Without this initializer, the working directory would be set to /
inside
the WASI sandbox when the executable is started. This trick ensures that
the working directory inside the sandbox is the same as outside.
So far, we do not support to restrict the filesystem in the sandbox,
i.e. /
in the sandbox is the real root of the host machine.
(This will be configurable again at some point in the future.)
So far, the bytecode interpreter can be built, and we can do a bootstrap cycle of the compiler.
This is supported:
- Complete language
- Standard library, with a few exceptions in
Sys
- The library
str
- The library
unix
(but many functions are mssing) ocamlc -custom
This does not work:
- Dynamic loading of C libraries ( - there is no
dlopen
in WASI) - No threads
- No debugger
- No ocamldoc
Note that WebAssembly is so far always a 32 bit environment.
wasicaml
takes a bytecode executable as input, and generates
WebAssembly as output, e.g.
$ ocamlc -o hello hello.ml
$ wasicaml -o hello_wasm hello
The resulting code is somewhat faster than the bytecode, and sometimes a lot faster (e.g. small loops on arrays and strings). Occasionally, it can also happen that WebAssembly is slower, in particular, when many exceptions are thrown.
It is recommended to pass the -g
switch to ocamlc
. This way the
OCaml function names can be encoded in the symbol names, which is
results in better stack traces.
There are a couple of restrictions:
- Tail calls are by default not available. There is some emulation
for self calls, and when one function of a
let rec
definition calls another function of the samelet rec
. (Note, however, that there is a tail call proposal for WebAssembly, and WasiCaml supports it now with the-enable-tail-call
command-line switch.) - You cannot obtain backtraces from the running OCaml program. You can do from Javascript, though.

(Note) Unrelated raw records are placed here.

"""Sign-off through the API on SQLite and PostgreSQL: approvals bound to revisions, waivers, transitions,
team scoping, and the audit trail they leave."""

from __future__ import annotations

import copy

import pytest
from sqlalchemy import text
from sqlalchemy.exc import DBAPIError

from server.models import AuditEntry
from server.services import users as user_service
from server.services.access import Actor
from server.workflow import DEFAULT_WORKFLOW
from tests.signoff_support import allow_fail_waivers, FAILING, PASSING, edit_rail, make_board, make_rail, store_checks


@pytest.fixture(autouse=True)
def _rules_these_tests_were_written_under(session_factory, people):
    """A reviewer may waive a failing check and approve alone here: the waiver rules are tests/test_governance.py's."""
    allow_fail_waivers(session_factory, people.team_ids["alpha"])


@pytest.fixture
def board(client, people) -> dict:
    return make_board(client, people)


@pytest.fixture
def rail(client, people, board) -> dict:
    return make_rail(client, people, board)


def _status(client, people, rail_id, who="viewer"):
    r = client.get(f"/api/v1/rails/{rail_id}/signoff", headers=people.headers(who))
    assert r.status_code == 200, r.text
    return r.json()


def _move(client, people, rail_id, name, who, sha):
    return client.post(f"/api/v1/rails/{rail_id}/transitions", json={"transition": name, "sha256": sha},
                       headers=people.headers(who))


def _approve(client, people, rail_id, who, sha, comment="checked the startup and fault margins"):
    return client.post(f"/api/v1/rails/{rail_id}/approvals", json={"sha256": sha, "comment": comment},
                       headers=people.headers(who))


def _audit_actions(client, people, rail_id) -> list[str]:
    r = client.get(f"/api/v1/rails/{rail_id}/audit", headers=people.headers("viewer"))
    assert r.status_code == 200, r.text
    return [e["action"] for e in r.json()["items"]]


def _add_user(session_factory, name, role, team):
    with session_factory() as session:
        system = Actor.system("test-setup")
        user_service.create_user(session=session, actor=system, username=name, role=role, password=None, teams=[team])
        _, token = user_service.create_token(session=session, actor=system, username=name, name="tests")
    return {"Authorization": f"Bearer {token}"}


def test_a_new_rail_starts_in_the_initial_state_with_what_it_may_do_next(client, people, rail):
    status = _status(client, people, rail["id"], "designer")
    assert status["state"]["name"] == "in design" and status["state"]["signed_off"] is False
    assert status["head"]["sha256"] == rail["head"]["sha256"]
    offered = {t["name"]: t for t in status["transitions"]}
    assert list(offered) == ["submit for review"]
    assert offered["submit for review"]["you_may_take"] is True
    assert status["checks"]["analysed"] is False


def test_self_approval_is_refused(client, people, rail):
    sha = rail["head"]["sha256"]
    promoted = client.patch(f"/api/v1/users/{people.ids['designer']}", json={"role": "reviewer"},
                            headers=people.headers("admin"))
    assert promoted.status_code == 200 and promoted.json()["role"] == "reviewer"
    own = _approve(client, people, rail["id"], "designer", sha)
    assert own.status_code == 403, own.text
    assert "you authored revision 1" in own.json()["error"]["message"]
    store_checks(client.app.state.sessionmaker, sha, FAILING)
    own_waiver = client.post(f"/api/v1/rails/{rail['id']}/waivers",
                             json={"sha256": sha, "check_id": "startup_soa", "reason": "fine on the bench"},
                             headers=people.headers("designer"))
    assert own_waiver.status_code == 403
    assert _status(client, people, rail["id"])["approvals"] == []
    assert _status(client, people, rail["id"])["waivers"] == []
    other = _approve(client, people, rail["id"], "reviewer", sha)
    assert other.status_code == 201, other.text
    assert other.json()["revision"] == 1 and other.json()["sha256"] == sha and other.json()["stale"] is False
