def _set_state(session: Session, actor: Actor, seq: BoardSequence, board: Board, row: BoardSequenceState | None,
               target: str, *, key: str, action: str = "transition", note: str = "",
               extra: dict[str, Any] | None = None, quiet: bool = False) -> BoardSequenceState:
    """Put the sequence in ``target`` for the inputs ``key`` at its head revision and record it in the audit trail
    (``quiet``: no record, for a new sequence's first state and for new inputs that leave the state as it is). The
    one write path of ``board_sequence_states``; a step of the caller's transaction."""
    before = {"state": row.state, "revision": row.revision_n} if row is not None else None
    if row is None:
        row = BoardSequenceState(sequence_id=seq.id, state=target, revision_n=seq.head_n, inputs_sha256=key,
                                 since=utcnow(), changed_by=actor.name)
        session.add(row)
    else:
        if row.state != target:
            row.since = utcnow()
        row.state, row.revision_n, row.inputs_sha256, row.changed_by = target, seq.head_n, key, actor.name
    if not quiet:
        after: dict[str, Any] = {"state": target, "revision": seq.head_n, "inputs_sha256": key, **(extra or {})}
        if note:
            after["note"] = note
        record(session, actor, action=action, object_type="board_sequence", object_id=seq.id,
               object_repr=f"{board.name} power-up sequence", product_id=board.product_id, before=before, after=after)
    return row


def _on_edit(session: Session, actor: Actor, seq: BoardSequence, board: Board, key: str, *, note: str) -> None:
    """The sequence's inputs are now ``key``: when they changed (a new sequence revision, a change of a rail it
    names), it goes to its workflow's ``on_edit`` state, recorded with ``note`` (already there: it stays, for the
    new inputs). A step of the caller's transaction."""
    row = session.get(BoardSequenceState, seq.id)
    wf = _workflow(session, board)
    if row is not None and row.inputs_sha256 == key and wf.has_state(row.state):
        return
    if _state_name(row, wf) != wf.on_edit or (row is not None and not wf.has_state(row.state)):
        _set_state(session, actor, seq, board, row, wf.on_edit, key=key, action="reset_state", note=note)
    else:
        _set_state(session, actor, seq, board, row, wf.on_edit, key=key, quiet=True)


def sequence_facts(session: Session, seq: BoardSequence, *, state: str) -> RailFacts:
    """What the workflow's rules need to know about the sequence in ``state``, read as a rail's: the checks of the
    current result by the key a waiver names (none: not analysed; a start-up that could not be computed is one
    failing check), every approval (one of other inputs than the current ones counts as stale), the current
    inputs' waivers, and the team's two-person rule. Reads only."""
    board = session.get(Board, seq.board_id)
    head = _head(session, seq)
    key = _inputs_sha256(head, _board_rails(session, board))
    return _facts(session, seq, board, head, key, _stored(session, seq, key), state)


def _facts(session: Session, seq: BoardSequence, board: Board, head: BoardSequenceRevision, key: str,
           row: BoardSequenceResult | None, state: str) -> RailFacts:
    """:func:`sequence_facts` of the inputs ``key`` and their stored result ``row`` (None: not yet), as read."""
    waivers = _current_waivers(session, seq, key)
    checks: list[CheckFact] | None = None
    waived: dict[str, str] = {}
    by: frozenset[int] = frozenset()
    if row is not None:
        rows = list(row.result.get("checks", []))
        named = {k: "; ".join(g["titles"]) for k, g in _problem_checks(rows).items()}  # a check is all its rows
        checks = [CheckFact(check_key(c), str(c.get("verdict")), named.get(check_key(c)) or str(c.get("title") or ""))
                  for c in rows]
        if row.result.get("error"):
            checks.append(CheckFact("start-up:board", "fail",
                                    f"the board start-up could not be computed ({row.result['error']})"))
        for w in waivers:
            if SEVERITY.get(w.verdict, 3) >= SEVERITY.get(waived.get(w.check_id, "n/a"), 3):
                waived[w.check_id] = w.verdict
        by = frozenset(w.reviewer_id for w in _covering(row, waivers).values())
    approvals = session.scalars(select(BoardSequenceApproval).where(BoardSequenceApproval.sequence_id == seq.id)
                                .order_by(BoardSequenceApproval.id)).all()
    return RailFacts(state=state, head_n=head.n, checks=None if checks is None else tuple(checks), waived=waived,
                     approvals=tuple(ApprovalFact(a.reviewer_id, a.reviewer_name, a.revision_n,
                                                  a.stale_at is not None or a.inputs_sha256 != key)
                                     for a in approvals),
                     waivers_by=by, two_person=_board_rules(session, board).two_person)


def _words(problems: list[Blocker], facts: RailFacts) -> list[Blocker]:
    """The blockers as the sequence's page reads them: without a result, the analysis is a queued job."""
    if facts.checks is not None:
        return problems
    return [Blocker(b.demand, f"the board start-up of revision {facts.head_n} with the rails as they are now has no "
                              "result yet: its analysis is queued; wait for it") if b.demand == "checks" else b
            for b in problems]


def take_transition(*, session: Session, actor: Actor, board_id: int, transition: str, sha256: str,
                    comment: str = "") -> dict[str, Any]:
    """Move the board's sequence along one of its team's workflow transitions (its head revision named by sha256),
    when the actor's role may and the transition's demands are met (refused naming each unmet one), as a rail's."""
    actor.require(Permission.ADVANCE)
    board = get_board(session=session, actor=actor, board_id=board_id)
    seq = session.scalar(select(BoardSequence).where(BoardSequence.board_id == board.id).with_for_update())
    if seq is None or seq.head_n == 0:
        raise NotFound(f"board '{board.name}' has no power-up sequence yet")
    head = _head(session, seq)
    sha = (sha256 or "").strip().lower()
    if sha != head.sha256:
        found = session.scalar(select(BoardSequenceRevision).where(BoardSequenceRevision.sequence_id == seq.id,
                                                                   BoardSequenceRevision.sha256 == sha)
                               .order_by(BoardSequenceRevision.n.desc()).limit(1))
        if found is None:
            raise Invalid(f"the sequence of board '{board.name}' has no revision with sha256 {sha[:12] or '(none)'}",
                          details=[{"field": "sha256", "message": "names no revision of this sequence"}])
        raise Conflict(f"revision {found.n} of the sequence is not its current revision ({head.n}): moving an old "
                       f"revision is refused; look at revision {head.n}",
                       extra={"current": {"n": head.n, "sha256": head.sha256}})
    wf = _workflow(session, board)
    row = session.get(BoardSequenceState, seq.id)
    state = _state_name(row, wf)
    step = wf.transition(state, (transition or "").strip())
    if step is None:
        offered = ", ".join(f"'{t.name}'" for t in wf.transitions_from(state)) or "none"
        raise Invalid(f"the sequence is in '{state}', which offers no transition '{transition}' (it offers "
                      f"{offered})",
                      details=[{"field": "transition", "message": "is not offered from the current state"}])
    if not step.allows(actor.role):
        raise Forbidden(f"'{step.name}' is for {', '.join(step.roles)}; your role is {actor.role}")
    facts = sequence_facts(session, seq, state=state)
    problems = _words(blockers(step, facts), facts)
    if problems:
        raise TransitionBlocked(f"'{step.name}' cannot be taken yet: " + "; ".join(b.message for b in problems),
                                details=[b.as_dict() for b in problems])
    key = _inputs_sha256(head, _board_rails(session, board))
    _set_state(session, actor, seq, board, row, step.target, key=key,
               extra={"transition": step.name, "from": state, "sha256": head.sha256,
                      "comment": (comment or "")[:4000]})
    session.commit()
    return {"board_id": board.id, "from": state, "to": step.target, "transition": step.name, "revision": head.n,
            "signed_off": wf.is_signed_off(step.target)}


# --- sign-off: checks, waivers, approvals ----------------------------------------------------------


def check_key(check: dict[str, Any]) -> str:
    """A check of a sequence result as a waiver names it: its id with its subject (``supply_uvlo:harness12``,
    ``power_good:camera``, ``power_good_order:board``); both corners' rows, and every threshold on a supply, are
    one check."""
    return f"{check.get('id')}:{check.get('subject')}"[:100]


def _keyed(checks: list[dict[str, Any]]) -> list[dict[str, Any]]:
    """The result's checks with ``id`` the key a waiver names (what the rail sign-off functions read)."""
    return [{**c, "id": check_key(c)} for c in checks]


def _problem_checks(checks: list[dict[str, Any]]) -> dict[str, dict[str, Any]]:
    """Check key -> its worst verdict and the titles and reasons of its failing or marginal rows, in the result's
    order (checks that read no problem are left out)."""
    out: dict[str, dict[str, Any]] = {}
    for c in checks:
        verdict = str(c.get("verdict"))
        if verdict not in PROBLEM_VERDICTS:
            continue
        key = check_key(c)
        group = out.setdefault(key, {"check_id": key, "verdict": verdict, "titles": [], "reasons": []})
        if SEVERITY[verdict] > SEVERITY[group["verdict"]]:
            group["verdict"] = verdict
        if str(c.get("title", "")) not in group["titles"]:
            group["titles"].append(str(c.get("title", "")))
            group["reasons"].append(str(c.get("reason", "")))
    return out


def _current_waivers(session: Session, seq: BoardSequence, key: str) -> list[BoardSequenceWaiver]:
    """The waivers of these inputs that are not stale, oldest first."""
    return list(session.scalars(select(BoardSequenceWaiver).where(BoardSequenceWaiver.sequence_id == seq.id,
                                                                  BoardSequenceWaiver.inputs_sha256 == key,
                                                                  BoardSequenceWaiver.stale_at.is_(None))
                                .order_by(BoardSequenceWaiver.id)))


def _covering(row: BoardSequenceResult, waivers: list[BoardSequenceWaiver]) -> dict[str, BoardSequenceWaiver]:
    """Check key -> the newest waiver of the result's inputs that covers the check's worst verdict (a waiver of a
    marginal reading does not cover a failing one), as a rail's sign-off reads its waivers."""
    mine = [w for w in waivers if w.inputs_sha256 == row.inputs_sha256 and w.stale_at is None]
    return covering_waivers(_keyed(list(row.result.get("checks", []))), mine, row.revision_n)


def _approval_blocked(row: BoardSequenceResult, waivers: list[BoardSequenceWaiver]) -> str | None:
    """Why the result cannot be approved yet, in words (None: it can): a start-up that could not be computed, or
    failing or marginal checks without a waiver of these inputs that covers them, each named by its title."""
    if row.result.get("error"):
        return f"the board start-up could not be computed ({row.result['error']}): change the sequence or its rails"
    covered = _covering(row, waivers)
    open_checks = [g for key, g in _problem_checks(list(row.result.get("checks", []))).items() if key not in covered]
    if not open_checks:
        return None
    listed = "; ".join(f"{title} ({g['verdict']})" for g in open_checks for title in g["titles"])
    return f"checks failing or marginal without a waiver: {listed}"


def _board_rules(session: Session, board: Board) -> WaiverRules:
    return governance.rules_for_team(session, session.get(Product, board.product_id).team_id)


def _own(actor: Actor, rev: BoardSequenceRevision) -> bool:
    return (rev.author_id is not None and rev.author_id == actor.user_id) or \
        (rev.author_id is None and rev.author_name == actor.name)


def _no_result(session: Session, seq: BoardSequence, head: BoardSequenceRevision, what: str) -> Conflict:
    board = session.get(Board, seq.board_id)
    job = _job_for(session, seq, _inputs_sha256(head, _board_rails(session, board)))
    state = f"its job {job.id} is {job.state}" if job is not None else "its analysis is not queued yet"
    return Conflict(f"the board start-up with the rails as they are now has no result yet ({state}); "
                    f"{what} once it has one")


def waiver_dict(w: BoardSequenceWaiver, current_key: str | None = None) -> dict[str, Any]:
    """A sequence waiver as the API and the pages read it; ``current``: not stale and of the current inputs."""
    return {"id": w.id, "revision_n": w.revision_n, "inputs_sha256": w.inputs_sha256, "result_id": w.result_id,
            "check_id": w.check_id, "check_title": w.check_title, "verdict": w.verdict, "reason": w.reason,
            "reviewer": w.reviewer_name, "reviewer_id": w.reviewer_id, "created_at": w.created_at.isoformat(),
            # a waiver of a failing check: marked apart wherever waivers are shown, as a rail's
            "past_edge": w.verdict == "fail", "stale": w.stale_at is not None, "stale_reason": w.stale_reason,
            "current": w.stale_at is None and (current_key is None or w.inputs_sha256 == current_key)}
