def _event_steps(ops, state: _State, ok, hit, evt, frac, t, h, h_next, fac_err):
    """Next step sizes while an event (a load switching on or off, the switch entering or
    leaving regulation) is being located, and the bookkeeping of each row.

    A step longer than h_evt that holds an event is rejected (``hit``); its end bounds the
    event (``state.t_hi``). Where the stage values put the event beyond the first quarter of
    the step (its sign change, linear between them: ``frac``) the next step ends half an
    h_evt before that estimate and, once accepted, the one after it tries the rest of the
    bracket, short enough by then to cross the event. Otherwise the step is cut to a
    quarter, and the accepted steps keep that size (they do not grow back) until the event
    is reached (growing back to it after a cut for the error). Never shorter than h_evt.
    When an accepted step holds the event (``evt``) the steps grow back at once, by the
    error control's own factor 0.9 err^(-1/3) (``fac_err``) without its limit of x4, up to
    the step size the event cut (``state.h_back``).
    """
    h_evt = state.h_evt
    if ops.any(hit):
        land = ops.where(frac < 1.0, frac * h - 0.5 * h_evt, 0.0)
        aimed = land >= 0.25 * h
        state.h_back = ops.where(hit & (state.phase == 0), h, state.h_back)
        state.t_hi = ops.where(hit, t + h, state.t_hi)
        state.aimed = ops.where(hit, aimed, state.aimed)
        state.phase = ops.where(hit, 1, state.phase)
        h_cut = ops.maximum(ops.where(aimed, land, 0.25 * h), h_evt)
        state.h_cut = ops.where(hit, h_cut, state.h_cut)
        h_next = ops.where(hit, h_cut, h_next)
    # crossed it, or passed the bracket without meeting it (an event the predictor saw)
    crossed = ok & (evt | (t + h >= state.t_hi))
    rest = ops.maximum(state.t_hi - (t + h), h_evt)
    go_on = ops.where(state.aimed, rest, ops.minimum(ops.minimum(h_next, state.h_cut), rest))
    resume = ops.maximum(ops.minimum(state.h_back, h * fac_err), h_evt)
    h_next = ops.where(ok & (state.phase == 1), ops.where(crossed, resume, go_on), h_next)
    state.phase = ops.where(crossed, 0, state.phase)
    return h_next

- You cannot change the limit of the OCaml stack from inside the
running OCaml program. The stack is preallocated at the beginning,
and the translation scheme prevents that it can be moved to
another address. (Attempting to change the limit with
Gc.set
currently crashes the program.)
You can link in C libraries, e.g.
$ wasicaml -o hello_wasm hello -cclib ~/.wasicaml/lib/ocaml/libunix.a
Of course, these libraries must be compiled for WebAssembly, too.
During the development I figured out that the current WASI SDK
is quite buggy. In particular, WASI files are sometimes not cleanly
mapped to physical files (random characters are inserted into the
names). The rename()
function was completely unusable.
The reason for taking the bytecode as starting point for wasicaml
is
that it allows us an easy start of the project. It is a good starting
point because it is a stack machine - close to what we need, but there
are also downsides, in particular information is missing that would
be very helpful (e.g. types, or whether the function to call is a
certain static function). But anyway, we don't have to create a full
new toolchain, but can just append to an existing one.
For the following, keep in mind that WebAssembly code is normally not directly interpreted. There is a JIT pass, and even non-JIT interpreters do not directly operate on the code as it is, but rather on a preprocessed version that is optimized for execution. This normally includes some mapping from logical stores to physical ones, and often also advanced techniques like function inlining.
The bytecode is decoded into instructions, and a control flow graph (CFG) is created.
WebAssembly doesn't allow arbitrary branches, but just those that
are allowed in structured programming (there is if/then/else
, and
a way to break out of blocks, and a jump back to the start of a loop -
but there is no way to jump to an arbitrary label). Because of this,
the code has to be restructured so that we can emit it in one of
the permitted forms. This is done by a pass over the CFG.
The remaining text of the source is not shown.